O leitor com formação filosófica pode chegar, com muitas dificuldades, onde Hegel pretende. O exemplo que forneci acima ajuda a ilustrar o pensamento de Hegel. Ali ele faz uma história da filosofia. Tivemos que esperar a consumação dos séculos, até 1808 (ano da publicação da Fenomenologia), para que Hegel nos explicasse tudo. A coruja de Minerva pôde alçar seu voo. No entanto, será isso filosofia? Onde está o espanto? Infelizmente, não há. Todo aquele jogo de palavras para explicar o reconhecimento do outro, dos contrários, da dialética senhor/escravo, é dispensável. Platão escreveu elegantemente- e em poucas linhas- sobre a dialética no Parmênides e na República; os alquimistas medievais fizeram a mesma coisa de maneira sucinta. Heidegger (herdeiro de Hegel), no entanto, em Ser e Tempo, comete o mesmo pecado de Hegel. O livro tem 500 páginas, mas você percebe que a tese central daria no máximo umas 50…

A ausência deste maravilhar-se diante dos fatos espantosos do mundo converte-se, em todos estes criadores de sistemas, num deleitar-se com as próprias palavras. Elas fluem de maneira caótica, e a profundidade torna-se ausente por causa que este jorrar do pensamento cria um banco de areia dentro do sistema.  A dialética platônica subia até os Princípios e descia à Terra; Hegel a aprisiona em seu sistema no momento em que ela bate no teto de sua ideia de Estado e religião. Ele, assim como Heidegger, é fanaticamente Ocidental. Budismo e Hinduísmo são abertamente desprezados. Não há como fazer filosofia porque antes os séculos de pensamento precisam estar à disposição. E somente ele (Hegel) pode fornecer a chave do entendimento. Aristóteles, na Metafísica, reunia o pensamento de seus antecessores, vários dos quais tiveram intuições muito superiores à sua, e ali incorporava o juiz da filosofia.

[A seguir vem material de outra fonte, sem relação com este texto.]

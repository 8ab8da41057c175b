"""When a unit is constant (inert), and when its estimates cannot be trusted.

A unit is **inert** when its standard deviation is within a few roundings of
its mean in the precision of the values the model returned: a float32 network
cannot resolve relative changes below its machine epsilon (2^-23 ≈ 1.2e-7),
a float64 function can (2^-52 ≈ 2.2e-16), so the rule follows the dtype:

    sd ≤ INERT_ROUNDINGS · eps(dtype) · |mean|   (or the variance is below the
    dtype's smallest normal number, for a unit constant at 0).

A unit that varies has 1 ≤ ν ≤ d. Its estimate is **unreliable** when the
interval of ν lies wholly outside [1, d], or is wider than that whole range:
then the estimate says nothing, and summaries leave it out. The reason is
numerical noise when the unit's sd is within ``NOISE_ROUNDINGS`` roundings of
its mean (a near-constant unit whose rounding dominates the differences), and
too few points otherwise.

References
----------
.. [1] Machine epsilons from :class:`numpy.finfo`; the multiples of it used
   here leave room for accumulated rounding (common practice, no source).
"""

from __future__ import annotations

from typing import Any

import numpy as np

__all__ = ["INERT_ROUNDINGS", "NOISE_ROUNDINGS", "inert_rule", "is_inert", "machine_eps", "unreliable"]

#: sd within this many machine epsilons of |mean|: the unit is constant.
INERT_ROUNDINGS = 8
#: sd within this many machine epsilons of |mean|: an unreliable estimate is blamed on rounding.
NOISE_ROUNDINGS = 1e4


def machine_eps(dtype: Any) -> float:
    """Machine epsilon of a float dtype (bfloat16's 2^-7 by name; float64's for anything else)."""
    if str(dtype).removeprefix("torch.") == "bfloat16":
        return 2.0**-7
    try:
        return float(np.finfo(np.dtype(dtype)).eps)
    except (TypeError, ValueError):
        return float(np.finfo(np.float64).eps)


def _tiny(eps: np.ndarray) -> np.ndarray:
    return np.where(eps > np.finfo(np.float32).eps, float(np.finfo(np.float16).tiny),
                    np.where(eps > np.finfo(np.float64).eps, float(np.finfo(np.float32).tiny),
                             float(np.finfo(np.float64).tiny)))  # fmt: skip


def is_inert(mean: np.ndarray, variance: np.ndarray, eps: float | np.ndarray = 2.0**-23) -> np.ndarray:
    """Units whose variance is zero up to the precision ``eps`` of the values they came in.

    Parameters
    ----------
    mean, variance : ndarray, shape (k,)
    eps : float or ndarray, shape (k,)
        Machine epsilon of each unit's values (:func:`machine_eps`).

    Examples
    --------
    >>> import numpy as np
    >>> from audit.estimators.inert import is_inert
    >>> is_inert(np.array([1e7]), np.array([2.0]), eps=2.0**-52).tolist()     # a float64 function
    [False]
    >>> is_inert(np.array([1e7]), np.array([1e-4]), eps=2.0**-23).tolist()    # a float32 unit
    [True]
    """
    eps = np.broadcast_to(np.asarray(eps, dtype=np.float64), np.shape(mean))
    return variance <= (INERT_ROUNDINGS * eps * np.abs(mean)) ** 2 + _tiny(eps)


def inert_rule(eps: float) -> str:
    """The inert rule in words, for a report."""
    return (
        f"a unit is constant when its sd is at most {INERT_ROUNDINGS} × {eps:.2g} (the machine epsilon of "
        "its values) × |mean|"
    )


def unreliable(low: float, high: float, d: int, mean: float, variance: float, eps: float, lower: float = 1.0) -> str:
    """Why an interval ``[low, high]`` of a quantity that must lie in ``[lower, d]`` says nothing ("" when it does).

    Examples
    --------
    >>> from audit.estimators.inert import unreliable
    >>> unreliable(1.1, 1.3, 8, 0.0, 1.0, 2.0**-52)
    ''
    >>> unreliable(-43.0, 204.0, 64, 1.0, 1e-12, 2.0**-23)
    'numerical noise of a near-constant unit'
    """
    if not (np.isfinite(low) and np.isfinite(high)):
        return ""
    outside = high < lower or low > d
    too_wide = d > lower and (high - low) > (d - lower)
    if not (outside or too_wide):
        return ""
    sd = float(np.sqrt(max(variance, 0.0)))
    if sd <= NOISE_ROUNDINGS * eps * abs(mean):
        return "numerical noise of a near-constant unit"
    return "too few points for this unit"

Emil Cioran considerava Hegel, Aquino e Aristóteles como sendo 3 opressores do espírito. Jung viu no pensamento de Hegel um fluir de “palavras de poder” semelhantes à dos esquizofrênicos. A filosofia ali, como expressado por Hegel, tornar-se-á ciência. Filosofia é tida por ele como “movimento de cultura”. Vira cátedra universitária, com uma biblioteca cheia de livros, onde Hegel está sentado confortavelmente nos oferecendo os mistérios de toda a humanidade. Schopenhauer, portanto, estava correto em defini-lo como charlatão. A adoção do pensamento hegeliano constrói um muro muito alto para que a filosofia seja avistada.

O julgamento dos construtores de sistemas (Aristóteles, Aquino e Hegel) foi dado por Buda. É o que separa o sábio, que pensa por si próprio, e os que se agarram a sistemas:

Agarrando-se a sistemas,

Aprisionado por dogmas na maior parte do mundo;

Mas aquele que não corre atrás de sistemas,

Nem duvida nem fica perplexo:

Em não dependendo dos outros,

O conhecimento passa a ser dele próprio.